◆ **EXERCISE DIRECTIONS**:
Every line that contains "root" must be located and copied from the data.

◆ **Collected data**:
========================================================================

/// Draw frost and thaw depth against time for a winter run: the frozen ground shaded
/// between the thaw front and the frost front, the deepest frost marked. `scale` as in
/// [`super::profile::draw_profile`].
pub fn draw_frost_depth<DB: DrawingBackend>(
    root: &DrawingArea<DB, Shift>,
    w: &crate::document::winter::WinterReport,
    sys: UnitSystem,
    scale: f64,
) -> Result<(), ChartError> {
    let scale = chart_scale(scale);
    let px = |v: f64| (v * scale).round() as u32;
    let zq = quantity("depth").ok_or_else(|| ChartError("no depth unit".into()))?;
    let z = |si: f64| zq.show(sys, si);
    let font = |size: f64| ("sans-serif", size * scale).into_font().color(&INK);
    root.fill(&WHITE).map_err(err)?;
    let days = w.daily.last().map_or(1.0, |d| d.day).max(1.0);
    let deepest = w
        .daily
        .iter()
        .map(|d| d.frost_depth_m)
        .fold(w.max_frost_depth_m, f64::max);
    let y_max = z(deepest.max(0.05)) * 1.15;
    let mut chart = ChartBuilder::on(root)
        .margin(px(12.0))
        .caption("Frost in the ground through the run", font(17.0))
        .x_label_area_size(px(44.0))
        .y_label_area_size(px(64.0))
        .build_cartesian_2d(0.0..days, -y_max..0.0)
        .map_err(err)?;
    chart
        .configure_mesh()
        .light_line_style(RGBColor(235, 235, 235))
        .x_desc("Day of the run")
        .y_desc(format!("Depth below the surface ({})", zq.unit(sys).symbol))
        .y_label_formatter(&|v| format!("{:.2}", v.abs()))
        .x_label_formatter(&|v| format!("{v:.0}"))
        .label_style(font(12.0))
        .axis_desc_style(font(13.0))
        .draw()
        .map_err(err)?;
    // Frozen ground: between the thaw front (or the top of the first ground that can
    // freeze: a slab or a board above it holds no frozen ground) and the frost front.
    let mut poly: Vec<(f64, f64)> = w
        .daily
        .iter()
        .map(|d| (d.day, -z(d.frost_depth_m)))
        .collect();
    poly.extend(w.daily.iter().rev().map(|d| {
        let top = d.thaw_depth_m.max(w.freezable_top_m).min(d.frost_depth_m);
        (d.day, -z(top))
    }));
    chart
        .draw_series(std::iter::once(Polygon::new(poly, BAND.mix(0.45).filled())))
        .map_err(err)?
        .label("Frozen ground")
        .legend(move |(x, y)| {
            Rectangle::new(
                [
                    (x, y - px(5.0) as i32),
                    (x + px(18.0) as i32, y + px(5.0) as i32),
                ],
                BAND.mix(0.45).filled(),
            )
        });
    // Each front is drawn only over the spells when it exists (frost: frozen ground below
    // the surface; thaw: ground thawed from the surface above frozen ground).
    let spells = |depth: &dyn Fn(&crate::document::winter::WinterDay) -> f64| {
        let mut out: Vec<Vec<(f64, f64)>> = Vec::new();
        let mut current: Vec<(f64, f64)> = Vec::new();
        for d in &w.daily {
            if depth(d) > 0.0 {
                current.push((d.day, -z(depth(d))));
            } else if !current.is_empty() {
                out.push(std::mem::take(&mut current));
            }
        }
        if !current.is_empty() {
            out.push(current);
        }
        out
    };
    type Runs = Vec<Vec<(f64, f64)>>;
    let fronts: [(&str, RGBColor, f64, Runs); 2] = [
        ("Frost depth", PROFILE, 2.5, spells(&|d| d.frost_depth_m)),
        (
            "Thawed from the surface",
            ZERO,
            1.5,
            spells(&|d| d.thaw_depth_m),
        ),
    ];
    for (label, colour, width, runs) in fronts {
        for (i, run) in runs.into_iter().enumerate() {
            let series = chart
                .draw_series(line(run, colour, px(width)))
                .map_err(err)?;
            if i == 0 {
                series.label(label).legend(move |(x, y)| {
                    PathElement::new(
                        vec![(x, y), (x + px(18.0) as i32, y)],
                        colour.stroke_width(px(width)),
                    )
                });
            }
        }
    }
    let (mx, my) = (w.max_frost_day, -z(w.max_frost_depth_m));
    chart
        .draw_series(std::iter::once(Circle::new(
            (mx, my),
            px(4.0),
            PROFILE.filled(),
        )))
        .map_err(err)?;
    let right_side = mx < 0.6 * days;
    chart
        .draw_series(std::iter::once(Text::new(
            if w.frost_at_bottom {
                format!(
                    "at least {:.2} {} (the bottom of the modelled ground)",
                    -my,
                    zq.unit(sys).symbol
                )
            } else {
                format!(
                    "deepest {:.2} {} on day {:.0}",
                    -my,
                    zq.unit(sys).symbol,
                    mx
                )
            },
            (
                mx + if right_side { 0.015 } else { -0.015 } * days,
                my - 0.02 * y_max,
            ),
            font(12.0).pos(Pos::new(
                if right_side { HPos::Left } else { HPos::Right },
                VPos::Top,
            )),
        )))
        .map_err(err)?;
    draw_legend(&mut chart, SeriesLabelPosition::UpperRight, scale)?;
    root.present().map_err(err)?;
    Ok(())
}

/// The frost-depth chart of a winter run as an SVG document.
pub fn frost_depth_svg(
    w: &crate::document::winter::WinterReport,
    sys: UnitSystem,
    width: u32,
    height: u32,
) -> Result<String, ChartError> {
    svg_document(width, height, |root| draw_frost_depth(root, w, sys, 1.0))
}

========================================================================

◆ **EXERCISE RESULT**:
    root: &DrawingArea<DB, Shift>,
    root.fill(&WHITE).map_err(err)?;
    let mut chart = ChartBuilder::on(root)
    root.present().map_err(err)?;
    svg_document(width, height, |root| draw_frost_depth(root, w, sys, 1.0))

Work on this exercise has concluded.